Readers of Biography surely know Sima Qian (ca. 145-ca. 86 B.C.E.), or should. (For those unfamiliar, he was the compiler of China's most influential work of history and biography, the 130 chapter Shi ji [also romanized Shih chi], Records of the Historian, 1 a monument of vast scope and insight, still one of China's most read classical works. Sima was the man's family name, Qian his given name [also romanized as Ssu-ma Ch'ien].) As Grant Hardy relates at the outset of his provocative and thoroughgoing treatment of the man and his opus, "after Confucius and the First Emperor of Qin, Sima Qian was one of the creators of Imperial China"; indeed, "he virtually created the two earlier figures" (xi). Again, in Hardy's cogent phrasing, "Sima Qian's book became a foundational text in Chinese civilization. Sima wrote a universal history . . . and in doing so, he defined what it meant to be Chinese." These are bold statements. But I will not quibble here, for Hardy's broad and insightful analysis of Sima Qian's "universal history" progresses to its conclusion with the relentless propulsion of the tides at Mont-Saint-Michel.

Worlds of Bronze and Bamboo is, in the author's opening words, "a book about another book." It is not about an individual, per se, yet in the end it clearly also is about Sima Qian--it is, after all, subtitled "Sima Qian's conquest of history." For Sima's Shi ji was by and large formulated and executed by one determined individual, and it stands as the inescapable and principal fount for surmise about Sima Qian's own intentions in carrying his grand oeuvre to fruition. Sima Qian was the scribe par excellence for the Han court. As the Grand Astrologer--the official recorder of all phenomena, an inherited post--he was responsible for recording not only the consecutive happenings in the human world, but also relevant events in the terrestrial and celestial worlds. He had full access to the imperial archives. The Shi ji quotes more than eighty texts, as well as numerous memorials, edicts, and stone inscriptions (43). But when Sima Qian defended a military officer--Sima Qian believed that the general's surrender to a northern chieftain was an appropriate, even noble act, undertaken on account of circumstance (in this case, military inattentiveness on the part of the court), compassion, and the hope of future service to the court--this defense was taken as an offense by the emperor. However, Sima Qian did not requite his offense by suicide, as would have been appropriate, customary, and in most ways honorable. Instead, driven as he was to complete his private project of writing a comprehensive, universal history, he accepted the alternative punishment of castration. [End Page 600]
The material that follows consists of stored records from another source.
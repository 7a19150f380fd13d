package network_test

import (
	"bytes"
	"fmt"
	"testing"

	"kinetarium/internal/gennet"
	"kinetarium/network"
)

// modelFile returns the model m as the bytes of its JSON file.
func modelFile(tb testing.TB, m *network.Model) []byte {
	var buf bytes.Buffer
	if err := m.Write(&buf); err != nil {
		tb.Fatal(err)
	}
	return buf.Bytes()
}

// Reading, checking and compiling the generated networks of 5,000 and
// 20,000 species (the target: under a second at 20,000).
func BenchmarkLoadCheckCompile(b *testing.B) {
	for _, fam := range []struct {
		name string
		gen  func(int) *network.Model
	}{{"cascade", gennet.Cascade}, {"feedback", gennet.Feedback}} {
		for _, n := range []int{5000, 20000} {
			data := modelFile(b, fam.gen(n))
			b.Run(fmt.Sprintf("%s-%d", fam.name, n), func(b *testing.B) {
				b.ReportAllocs()
				for b.Loop() {
					m, err := network.Read(bytes.NewReader(data), "gen.json")
					if err != nil {
						b.Fatal(err)
					}
					if _, err := network.Compile(m); err != nil {
						b.Fatal(err)
					}
				}
			})
		}
	}
}

// Conservation laws of the generated networks (one law per module).
func BenchmarkConservationLaws(b *testing.B) {
	for _, n := range []int{1000, 5000, 20000} {
		net, _ := network.Check(gennet.Cascade(n))
		b.Run(fmt.Sprintf("cascade-%d", n), func(b *testing.B) {
			b.ReportAllocs()
			for b.Loop() {
				if len(net.ConservationLaws()) != n/4 {
					b.Fatal("wrong number of laws")
				}
			}
		})
	}
}
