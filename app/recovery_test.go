package main

import (
	"bytes"
	"os"
	"path/filepath"
	"testing"

	"fyne.io/fyne/v2"
	"fyne.io/fyne/v2/test"
	"fyne.io/fyne/v2/widget"

	"kinetarium/network"
)

// findButton returns the first button labelled text among o and what it
// holds.
func findButton(o fyne.CanvasObject, text string) *widget.Button {
	var found *widget.Button
	walkObjects(o, false, func(c fyne.CanvasObject) {
		if b, ok := c.(*widget.Button); ok && b.Text == text && found == nil {
			found = b
		}
	})
	return found
}

// The whole path of crash recovery, headless: edit, autosave, a crash (the
// window is abandoned, its program run counted as ended), restart (the
// default example opens, which used to delete the recovery file before it
// was offered), the offer, Restore, and the identical model. A second
// window keeps its own recovery file.
func TestCrashRecoveryRestoresTheModel(t *testing.T) {
	t.Setenv("XDG_CONFIG_HOME", t.TempDir())
	t.Setenv("HOME", t.TempDir())
	a := test.NewTempApp(t)

	// The first session: edit and autosave.
	w1 := newMainWindow(a, false)
	w1.autoRerun = false
	var want []byte
	onUI(func() {
		if err := w1.openStart(""); err != nil {
			t.Fatal(err)
		}
		w1.doc.Apply("rename", func(m *network.Model) { m.Title = "Work in progress"; m.Parameters[0].Value = 42.5 })
		w1.autosave()
		var err error
		if want, err = modelBytes(w1.doc.Model()); err != nil {
			t.Fatal(err)
		}
	})
	if _, err := os.Stat(w1.recoveryFile); err != nil {
		t.Fatalf("no recovery file after the autosave: %v", err)
	}

	// A second window of a running program keeps its own file and is not
	// offered: its session is alive.
	w2 := newMainWindow(a, false)
	w2.autoRerun = false
	onUI(func() {
		w2.setModel(tuneDecayModel(), "")
		w2.doc.MarkModified()
		w2.autosave()
	})
	if w2.recoveryFile == w1.recoveryFile {
		t.Fatal("two windows share a recovery file")
	}
	if b, _ := os.ReadFile(w1.recoveryFile); !bytes.Equal(b, want) {
		t.Fatal("the second window's autosave changed the first's recovery file")
	}

	// The crash: the first window's program run has ended; the second's
	// has not.
	sessionAlive = func(pid int) bool { return false }
	defer func() { sessionAlive = processAlive }()
	dead := w1.recoveryFile
	w2file := w2.recoveryFile
	os.Remove(w2file) // the second closes normally, nothing to offer

	// The restart, in main's order: look, open the default example, offer.
	w3 := newMainWindow(a, false)
	w3.autoRerun = false
	var recs []recovery
	onUI(func() {
		recs = w3.findRecoveries()
		if err := w3.openStart(""); err != nil {
			t.Fatal(err)
		}
	})
	if len(recs) != 1 || recs[0].path != dead {
		t.Fatalf("found %d recoveries %v, want the first window's %s", len(recs), recs, dead)
	}
	if _, err := os.Stat(dead); err != nil {
		t.Fatalf("opening the default example removed the recovery file: %v", err)
	}
	onUI(func() { w3.offerRecovery(recs) })
	var restore *widget.Button
	onUI(func() {
		top := w3.win.Canvas().Overlays().Top()
		if top == nil {
			t.Fatal("no dialog offers the unsaved work")
		}
		restore = findButton(top, "Restore")
	})
	if restore == nil {
		t.Fatal("the dialog has no Restore button")
	}
	onUI(func() { test.Tap(restore) })
	onUI(func() {
		got, err := modelBytes(w3.doc.Model())
		if err != nil {
			t.Fatal(err)
		}
		if !bytes.Equal(got, want) {
			t.Errorf("restored model differs:\n%s\nwant:\n%s", got, want)
		}
		if !w3.doc.Dirty() || w3.doc.Path != "" {
			t.Errorf("the restored model is dirty %v, path %q; want an unsaved new file", w3.doc.Dirty(), w3.doc.Path)
		}
	})
	// The work now lives in the new window's recovery file only.
	if b, err := os.ReadFile(w3.recoveryFile); err != nil || !bytes.Equal(b, want) {
		t.Errorf("the new window's recovery file: %v", err)
	}
	if _, err := os.Stat(dead); !os.IsNotExist(err) {
		t.Errorf("the old recovery file is still there: %v", err)
	}
	if left, _ := filepath.Glob(filepath.Join(recoveryDir(), "*")); len(left) != 1 {
		t.Errorf("recovery folder holds %v, want only the new window's file", left)
	}
	for _, w := range []*mainWindow{w1, w2, w3} {
		onUI(w.win.Close)
	}
}
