package main

// The Data menu's measurements: a file of measured time courses shown over
// the curves, remembered beside the model in its companion file
// (calibrate.Companion) and read again when the model is opened.

import (
	"errors"
	"fmt"
	"os"
	"path/filepath"
	"sort"
	"strings"

	"fyne.io/fyne/v2"
	"fyne.io/fyne/v2/container"
	"fyne.io/fyne/v2/dialog"
	"fyne.io/fyne/v2/widget"

	"kinetarium/app/calibrate"
	"kinetarium/app/run"
	"kinetarium/plotting"
)

// measurements are the measured data shown over the time course.
type measurements struct {
	data *calibrate.Data // nil when none are loaded
	path string          // the file they came from, absolute
}

// dataMenu is the Data menu: measurements and what is done with them.
func (w *mainWindow) dataMenu() *fyne.Menu {
	return fyne.NewMenu("Data",
		fyne.NewMenuItem("Load measurements…", w.loadMeasurementsDialog),
		fyne.NewMenuItem("Clear measurements", w.clearMeasurements),
		fyne.NewMenuItemSeparator(),
		fyne.NewMenuItem("Fit to measurements…", w.openFit))
}

// loadMeasurementsDialog asks for a measurements file and loads it.
func (w *mainWindow) loadMeasurementsDialog() {
	askOpen(w.win, []string{".csv", ".tsv", ".txt"}, w.lastDir(), w.showError, func(path string) { w.loadMeasurements(path) })
}

// loadMeasurements reads the measurements file at path against the model
// in the editor, shows it over the curves and remembers it beside the
// model's file. A file that cannot be read is reported in a dialog with
// every problem's line and column, and what was shown stays.
func (w *mainWindow) loadMeasurements(path string) bool {
	if abs, err := filepath.Abs(path); err == nil {
		path = abs
	}
	d, err := calibrate.LoadData(path, calibrate.MeasurableNames(w.doc.Model()))
	if err != nil {
		w.showDataProblems(path, err)
		w.setStatus("The measurements in "+filepath.Base(path)+" cannot be shown; see the message.", true)
		return false
	}
	w.meas = measurements{data: d, path: path}
	w.redraw()
	line := fmt.Sprintf("Showing %d measured %s of %s from %s.", len(d.Points), plural(len(d.Points), "value", "values"),
		strings.Join(d.Names, ", "), filepath.Base(path))
	switch {
	case w.doc.Path == "":
		line += " They will be remembered beside the model when it is saved."
	case w.pictureOnly:
		// A picture for checks leaves no file behind.
	default:
		if err := calibrate.SaveCompanion(w.doc.Path, path); err != nil {
			w.showError(fmt.Errorf("the measurements are shown, but where they come from could not be remembered beside the model: %w", err))
		} else {
			line += " Remembered in " + filepath.Base(calibrate.CompanionPath(w.doc.Path)) + "."
		}
	}
	w.setStatus(line, false)
	return true
}

// clearMeasurements stops showing the measurements and forgets them
// beside the model (the measurements file itself is left alone).
func (w *mainWindow) clearMeasurements() {
	if w.meas.data == nil {
		w.setStatus("No measurements are shown.", false)
		return
	}
	w.meas = measurements{}
	w.redraw()
	if w.doc.Path != "" {
		if err := calibrate.SaveCompanion(w.doc.Path, ""); err != nil {
			w.showError(err)
		}
	}
	w.setStatus("Measurements cleared; the file they came from is unchanged.", false)
}

// restoreMeasurements shows the measurements remembered beside the model
// file at path, if any; a companion file or measurements file that cannot
// be read is said in a dialog, and the model opens all the same.
func (w *mainWindow) restoreMeasurements(path string) {
	w.meas = measurements{}
	c, err := calibrate.LoadCompanion(path)
	if err != nil {
		w.showDataProblems(calibrate.CompanionPath(path), err)
		return
	}
	dataPath := c.MeasurementsPath(path)
	if dataPath == "" {
		return
	}
	if _, err := os.Stat(dataPath); errors.Is(err, os.ErrNotExist) {
		w.showError(fmt.Errorf("%s remembers measurements in %s, but that file is not there any more; load them again with Data ▸ Load measurements…",
			filepath.Base(calibrate.CompanionPath(path)), dataPath))
		return
	}
	d, err := calibrate.LoadData(dataPath, calibrate.MeasurableNames(w.doc.Model()))
	if err != nil {
		w.showDataProblems(dataPath, err)
		return
	}
	w.meas = measurements{data: d, path: dataPath}
}

// showDataProblems shows the problems of a measurements or companion
// file, one per line with its place.
func (w *mainWindow) showDataProblems(path string, err error) {
	var lines []string
	var de calibrate.DataErrors
	var se calibrate.SpecErrors
	switch {
	case errors.As(err, &de):
		for _, e := range de {
			lines = append(lines, "• "+e.Error())
		}
	case errors.As(err, &se):
		for _, e := range se {
			lines = append(lines, "• "+e.Error())
		}
	default:
		lines = append(lines, "• "+err.Error())
	}
	text := widget.NewLabel(strings.Join(lines, "\n"))
	text.Wrapping = fyne.TextWrapWord
	head := widget.NewLabel(filepath.Base(path) + " cannot be read. Each problem names its line and column; " +
		"a measurements file has a header with a time column, one column per measured species or assignment, and optional sd_NAME columns:")
	head.Wrapping = fyne.TextWrapWord
	w.lastDataProblems = strings.Join(lines, "\n")
	d := dialog.NewCustom("Measurements", "Close", container.NewBorder(head, nil, nil, nil, container.NewVScroll(text)), w.win)
	d.Resize(fyne.NewSize(760, 380))
	d.Show()
}

// measuredShown returns the measurements for the figure of outcome o, in
// the units o is shown in (the file holds the model's units).
func (w *mainWindow) measuredShown(o *run.Outcome) []plotting.Measured {
	if w.meas.data == nil || o == nil {
		return nil
	}
	return run.MeasuredShown(w.doc.Model(), o, measuredPoints(w.meas.data))
}

// measuredPoints returns the points of d for a figure.
func measuredPoints(d *calibrate.Data) []plotting.Measured {
	out := make([]plotting.Measured, len(d.Points))
	for i, p := range d.Points {
		out[i] = plotting.Measured{T: p.Time, Y: p.Value, SD: p.SD, Name: p.Name}
	}
	return out
}

// measuredSummary describes the measurements for the fit window: "18
// values of P at 6 times".
func measuredSummary(d *calibrate.Data) string {
	times := d.Times()
	names := append([]string(nil), d.Names...)
	sort.Strings(names)
	return fmt.Sprintf("%d %s of %s at %d %s", len(d.Points), plural(len(d.Points), "value", "values"),
		strings.Join(names, ", "), len(times), plural(len(times), "time", "times"))
}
Sima Qian tells us this quite clearly in a letter to his friend Ren An, one of the most moving and poignant of Chinese writings ever: "If I concealed my feelings and clung to life, burying myself in filth without protest, it was because I could not bear to leave unfinished my deeply cherished project, because I rejected the idea of dying without leaving to posterity my literary work." 2 Sima Qian cites many examples of famous historical figures who, in their time of crisis, wrote books that ultimately brought them their due recognition by posterity. At base Sima Qian wished to embed his personal philosophy in a universal history, "in the hope that someday people like himself would read it, recognize his worth, and justify his life" (211). 3 Certainly, Sima Qian has gained posthumous redemption and an enduring legacy on account of the Shi ji. Hardy's thesis is that Sima Qian sought for more than the respect of later ages. He designed the Shi ji as a textual microcosm, an intentional and...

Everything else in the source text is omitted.